Data for analysis ::
#!/usr/bin/env bash
# Builds ICU for WebAssembly into DEST (lib/, include/unicode/) from Debian's
# `icu` source package at ICU_DEBIAN_VERSION, then runs smoke_test.cpp under
# node against the result. Called by build.sh, which caches DEST.
# Usage: ICU_DEBIAN_VERSION=72.1-3+deb12u1 icu.sh DEST
set -euo pipefail

deps_dir=$(cd "$(dirname "${BASH_SOURCE[0]}")" && pwd)
dest=$1
jobs=${TAMIS_JOBS:-2}
: "${ICU_DEBIAN_VERSION:?set ICU_DEBIAN_VERSION to the Debian version of the icu source package}"

work=$(mktemp -d "${TMPDIR:-/tmp}/tamis-icu.XXXXXX")
trap 'rm -rf "$work"' EXIT
cd "$work"

# The Debian source (orig tarball plus Debian's patches) is the one the native
# build's libicu-dev was made from.
if ! apt-get source --download-only -q "icu=$ICU_DEBIAN_VERSION"; then
  echo "icu.sh: apt-get source failed; it needs deb-src entries in the apt sources (./dev.sh install adds them)" >&2
  exit 1
fi
dpkg-source -x icu_*.dsc icu >/dev/null

make -f "$deps_dir/Makefile.icu" -j"$jobs" ICU="$work/icu/source" OBJ="$work/obj" OUT="$dest" \
  DATA_ITEMS="$deps_dir/icu-data.txt"

em++ -O2 -std=c++17 -fwasm-exceptions -DU_STATIC_IMPLEMENTATION -DU_USING_ICU_NAMESPACE=0 -I"$dest/include" \
  "$deps_dir/smoke_test.cpp" "$dest/lib/libicui18n.a" "$dest/lib/libicuuc.a" "$dest/lib/libicudata.a" \
  -sSINGLE_FILE=1 -sENVIRONMENT=node -o "$work/smoke_test.js"
node "$work/smoke_test.js"
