// The analyst's workspace: everything the screens share, passed by context.
import type { TrialFileBytes } from '../../../electron/desktopApi';
import type { FileBridge } from '../lib/fileBridge';
import type { Port } from '../lib/workerProtocol';
import { Jobs } from './jobs.svelte';
import { Messages } from './messages.svelte';
import { Settings } from './settings.svelte';
import type { StepId } from './steps';

export class Workspace {
  step = $state<StepId>('files');
  /** The trial files as given, bytes untouched (nothing the user gave is lost). */
  files = $state.raw<TrialFileBytes[]>([]);
  readonly settings = new Settings();
  readonly messages = new Messages();
  readonly jobs: Jobs;
  readonly bridge: FileBridge;

  constructor(bridge: FileBridge, workerPort: Port) {
    this.bridge = bridge;
    this.jobs = new Jobs(workerPort);
  }

  /** Adds trial files; a file of the same name replaces the older copy. */
  async addFiles(files: TrialFileBytes[]): Promise<void> {
    const names = files.map((f) => f.name);
    this.files = [...this.files.filter((f) => !names.includes(f.name)), ...files];
  }

  /** Closes one file (its plots leave the analysis). */
  removeFile(name: string): void {
    this.files = this.files.filter((f) => f.name !== name);
  }

  /** Opens the invented demo trial. */
  async openDemo(): Promise<void> {
    this.messages.add('info', 'The demo trial arrives with the import module.');
  }
}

Aim of the task :: Set down exactly the lines that begin with the one containing "passed by context." and end with the last line above, and no others.

Solution for this exercise ::
// The analyst's workspace: everything the screens share, passed by context.
import type { TrialFileBytes } from '../../../electron/desktopApi';
import type { FileBridge } from '../lib/fileBridge';
import type { Port } from '../lib/workerProtocol';
import { Jobs } from './jobs.svelte';
import { Messages } from './messages.svelte';
import { Settings } from './settings.svelte';
import type { StepId } from './steps';

export class Workspace {
  step = $state<StepId>('files');
  /** The trial files as given, bytes untouched (nothing the user gave is lost). */
  files = $state.raw<TrialFileBytes[]>([]);
  readonly settings = new Settings();
  readonly messages = new Messages();
  readonly jobs: Jobs;
  readonly bridge: FileBridge;

  constructor(bridge: FileBridge, workerPort: Port) {
    this.bridge = bridge;
    this.jobs = new Jobs(workerPort);
  }

  /** Adds trial files; a file of the same name replaces the older copy. */
  async addFiles(files: TrialFileBytes[]): Promise<void> {
    const names = files.map((f) => f.name);
    this.files = [...this.files.filter((f) => !names.includes(f.name)), ...files];
  }

  /** Closes one file (its plots leave the analysis). */
  removeFile(name: string): void {
    this.files = this.files.filter((f) => f.name !== name);
  }

  /** Opens the invented demo trial. */
  async openDemo(): Promise<void> {
    this.messages.add('info', 'The demo trial arrives with the import module.');
  }
}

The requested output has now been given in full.